Records to process:
•••

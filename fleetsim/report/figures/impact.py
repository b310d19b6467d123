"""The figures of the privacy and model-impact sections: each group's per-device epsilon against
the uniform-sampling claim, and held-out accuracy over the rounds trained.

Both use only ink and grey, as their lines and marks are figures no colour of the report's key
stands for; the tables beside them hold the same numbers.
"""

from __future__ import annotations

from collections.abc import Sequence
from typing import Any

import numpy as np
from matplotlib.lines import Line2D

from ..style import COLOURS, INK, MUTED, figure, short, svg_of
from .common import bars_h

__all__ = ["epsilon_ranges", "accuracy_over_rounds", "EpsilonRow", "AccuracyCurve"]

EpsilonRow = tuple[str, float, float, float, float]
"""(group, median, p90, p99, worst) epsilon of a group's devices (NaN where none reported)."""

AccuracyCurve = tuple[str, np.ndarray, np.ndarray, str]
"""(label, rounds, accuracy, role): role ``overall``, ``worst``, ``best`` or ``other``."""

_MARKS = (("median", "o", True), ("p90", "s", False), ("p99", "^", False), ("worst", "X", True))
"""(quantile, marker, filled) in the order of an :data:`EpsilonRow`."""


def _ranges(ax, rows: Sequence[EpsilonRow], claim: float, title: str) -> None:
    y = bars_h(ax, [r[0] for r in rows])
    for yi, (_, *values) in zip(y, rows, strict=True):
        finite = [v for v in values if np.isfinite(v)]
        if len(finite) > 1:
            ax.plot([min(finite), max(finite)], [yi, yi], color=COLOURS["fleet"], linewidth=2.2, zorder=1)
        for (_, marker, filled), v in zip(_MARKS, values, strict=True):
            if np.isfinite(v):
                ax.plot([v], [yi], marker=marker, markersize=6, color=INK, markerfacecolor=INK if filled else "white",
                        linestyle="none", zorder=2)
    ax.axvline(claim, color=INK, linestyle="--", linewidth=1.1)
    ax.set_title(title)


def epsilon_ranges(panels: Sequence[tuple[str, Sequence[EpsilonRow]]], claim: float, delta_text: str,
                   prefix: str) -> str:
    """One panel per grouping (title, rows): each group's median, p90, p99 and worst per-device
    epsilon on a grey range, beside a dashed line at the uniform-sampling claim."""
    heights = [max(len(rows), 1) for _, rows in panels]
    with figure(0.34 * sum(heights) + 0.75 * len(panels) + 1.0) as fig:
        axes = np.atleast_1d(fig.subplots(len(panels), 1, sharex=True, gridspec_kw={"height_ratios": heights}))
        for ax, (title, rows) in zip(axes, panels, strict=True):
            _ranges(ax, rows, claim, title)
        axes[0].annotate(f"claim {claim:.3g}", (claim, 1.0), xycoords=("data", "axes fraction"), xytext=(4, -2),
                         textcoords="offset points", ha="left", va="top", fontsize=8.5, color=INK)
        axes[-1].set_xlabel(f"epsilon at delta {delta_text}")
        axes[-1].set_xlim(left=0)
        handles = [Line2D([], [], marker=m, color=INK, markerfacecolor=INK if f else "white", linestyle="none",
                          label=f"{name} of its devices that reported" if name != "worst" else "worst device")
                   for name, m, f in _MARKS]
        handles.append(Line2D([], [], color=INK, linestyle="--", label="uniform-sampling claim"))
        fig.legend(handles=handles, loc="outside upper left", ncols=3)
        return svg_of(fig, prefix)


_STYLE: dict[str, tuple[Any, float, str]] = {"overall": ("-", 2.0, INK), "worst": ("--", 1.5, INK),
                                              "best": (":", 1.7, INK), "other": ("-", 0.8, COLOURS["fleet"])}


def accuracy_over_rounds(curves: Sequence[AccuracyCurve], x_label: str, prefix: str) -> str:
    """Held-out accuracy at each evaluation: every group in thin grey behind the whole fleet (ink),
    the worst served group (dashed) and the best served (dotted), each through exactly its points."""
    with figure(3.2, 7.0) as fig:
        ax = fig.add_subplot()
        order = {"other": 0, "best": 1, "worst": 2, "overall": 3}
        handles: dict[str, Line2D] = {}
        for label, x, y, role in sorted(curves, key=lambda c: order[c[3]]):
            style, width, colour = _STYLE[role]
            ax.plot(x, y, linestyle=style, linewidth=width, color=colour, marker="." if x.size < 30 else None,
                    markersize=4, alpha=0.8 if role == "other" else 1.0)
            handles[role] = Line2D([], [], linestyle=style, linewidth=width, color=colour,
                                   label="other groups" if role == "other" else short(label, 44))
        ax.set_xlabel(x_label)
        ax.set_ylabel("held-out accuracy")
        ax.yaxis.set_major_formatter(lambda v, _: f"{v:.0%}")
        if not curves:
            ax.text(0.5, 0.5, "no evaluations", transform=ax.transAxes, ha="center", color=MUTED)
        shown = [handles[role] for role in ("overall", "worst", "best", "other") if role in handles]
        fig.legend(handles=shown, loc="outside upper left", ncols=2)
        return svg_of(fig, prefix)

•••

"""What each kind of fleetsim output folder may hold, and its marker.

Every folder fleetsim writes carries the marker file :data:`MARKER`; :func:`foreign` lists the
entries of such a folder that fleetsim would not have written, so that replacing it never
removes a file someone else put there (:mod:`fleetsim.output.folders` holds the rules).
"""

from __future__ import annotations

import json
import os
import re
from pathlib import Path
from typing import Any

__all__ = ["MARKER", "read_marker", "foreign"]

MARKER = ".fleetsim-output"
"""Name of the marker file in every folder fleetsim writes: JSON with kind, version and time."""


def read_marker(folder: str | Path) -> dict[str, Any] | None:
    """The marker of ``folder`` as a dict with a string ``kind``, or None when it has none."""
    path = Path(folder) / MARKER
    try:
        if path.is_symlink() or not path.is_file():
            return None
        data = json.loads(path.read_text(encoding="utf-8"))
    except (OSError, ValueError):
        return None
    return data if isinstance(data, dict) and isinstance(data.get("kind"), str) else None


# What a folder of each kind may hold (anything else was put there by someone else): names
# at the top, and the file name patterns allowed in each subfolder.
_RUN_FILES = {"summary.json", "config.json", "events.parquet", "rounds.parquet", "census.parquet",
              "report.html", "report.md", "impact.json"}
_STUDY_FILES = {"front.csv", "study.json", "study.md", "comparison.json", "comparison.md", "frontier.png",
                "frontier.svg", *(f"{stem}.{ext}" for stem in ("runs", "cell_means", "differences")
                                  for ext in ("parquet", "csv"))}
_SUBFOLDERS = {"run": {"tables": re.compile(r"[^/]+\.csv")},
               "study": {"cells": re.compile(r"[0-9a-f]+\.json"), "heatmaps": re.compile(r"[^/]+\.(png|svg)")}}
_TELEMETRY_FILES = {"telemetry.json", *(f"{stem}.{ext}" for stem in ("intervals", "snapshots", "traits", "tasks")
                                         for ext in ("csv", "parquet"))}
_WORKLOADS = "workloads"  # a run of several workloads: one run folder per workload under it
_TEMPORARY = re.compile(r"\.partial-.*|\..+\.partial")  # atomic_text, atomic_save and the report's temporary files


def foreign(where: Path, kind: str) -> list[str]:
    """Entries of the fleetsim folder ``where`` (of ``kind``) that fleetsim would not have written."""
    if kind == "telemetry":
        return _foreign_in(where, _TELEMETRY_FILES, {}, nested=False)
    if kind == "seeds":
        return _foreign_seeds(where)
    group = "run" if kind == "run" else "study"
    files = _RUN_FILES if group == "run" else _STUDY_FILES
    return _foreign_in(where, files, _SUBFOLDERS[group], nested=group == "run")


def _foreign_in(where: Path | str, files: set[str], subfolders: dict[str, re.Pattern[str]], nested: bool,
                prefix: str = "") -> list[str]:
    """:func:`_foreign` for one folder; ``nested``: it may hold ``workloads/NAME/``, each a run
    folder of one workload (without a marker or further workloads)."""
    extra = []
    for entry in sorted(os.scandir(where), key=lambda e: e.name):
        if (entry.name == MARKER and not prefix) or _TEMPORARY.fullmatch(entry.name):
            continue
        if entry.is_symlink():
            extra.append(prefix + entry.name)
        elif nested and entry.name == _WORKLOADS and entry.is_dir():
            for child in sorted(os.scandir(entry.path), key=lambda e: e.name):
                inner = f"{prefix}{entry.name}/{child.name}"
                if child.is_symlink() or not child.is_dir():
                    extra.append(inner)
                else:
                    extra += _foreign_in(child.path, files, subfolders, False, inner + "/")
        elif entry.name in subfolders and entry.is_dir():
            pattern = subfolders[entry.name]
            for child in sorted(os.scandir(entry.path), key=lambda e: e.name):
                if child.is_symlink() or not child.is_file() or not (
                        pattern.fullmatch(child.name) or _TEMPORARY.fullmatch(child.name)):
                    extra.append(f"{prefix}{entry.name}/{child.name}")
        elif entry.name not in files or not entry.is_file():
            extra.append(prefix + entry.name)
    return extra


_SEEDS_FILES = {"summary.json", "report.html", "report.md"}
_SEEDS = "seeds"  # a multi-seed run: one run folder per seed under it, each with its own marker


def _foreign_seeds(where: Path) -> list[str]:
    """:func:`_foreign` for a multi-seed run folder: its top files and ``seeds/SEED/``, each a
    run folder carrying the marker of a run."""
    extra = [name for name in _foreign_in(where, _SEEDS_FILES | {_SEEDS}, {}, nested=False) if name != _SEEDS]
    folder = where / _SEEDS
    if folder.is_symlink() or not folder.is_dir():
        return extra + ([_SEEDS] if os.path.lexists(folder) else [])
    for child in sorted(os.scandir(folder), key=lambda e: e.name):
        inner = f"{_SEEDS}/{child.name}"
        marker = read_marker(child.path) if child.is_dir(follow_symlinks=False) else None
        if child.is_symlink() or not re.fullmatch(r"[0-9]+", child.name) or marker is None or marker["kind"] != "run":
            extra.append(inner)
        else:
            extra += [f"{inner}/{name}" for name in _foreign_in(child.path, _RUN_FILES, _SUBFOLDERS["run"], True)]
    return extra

•••

Set down, exactly as they stand above, the lines starting with the line with "if folder.is_symlink() or" and going on through the line with "child.name) or marker", and no others.

Written response:
    if folder.is_symlink() or not folder.is_dir():
        return extra + ([_SEEDS] if os.path.lexists(folder) else [])
    for child in sorted(os.scandir(folder), key=lambda e: e.name):
        inner = f"{_SEEDS}/{child.name}"
        marker = read_marker(child.path) if child.is_dir(follow_symlinks=False) else None
        if child.is_symlink() or not re.fullmatch(r"[0-9]+", child.name) or marker is None or marker["kind"] != "run":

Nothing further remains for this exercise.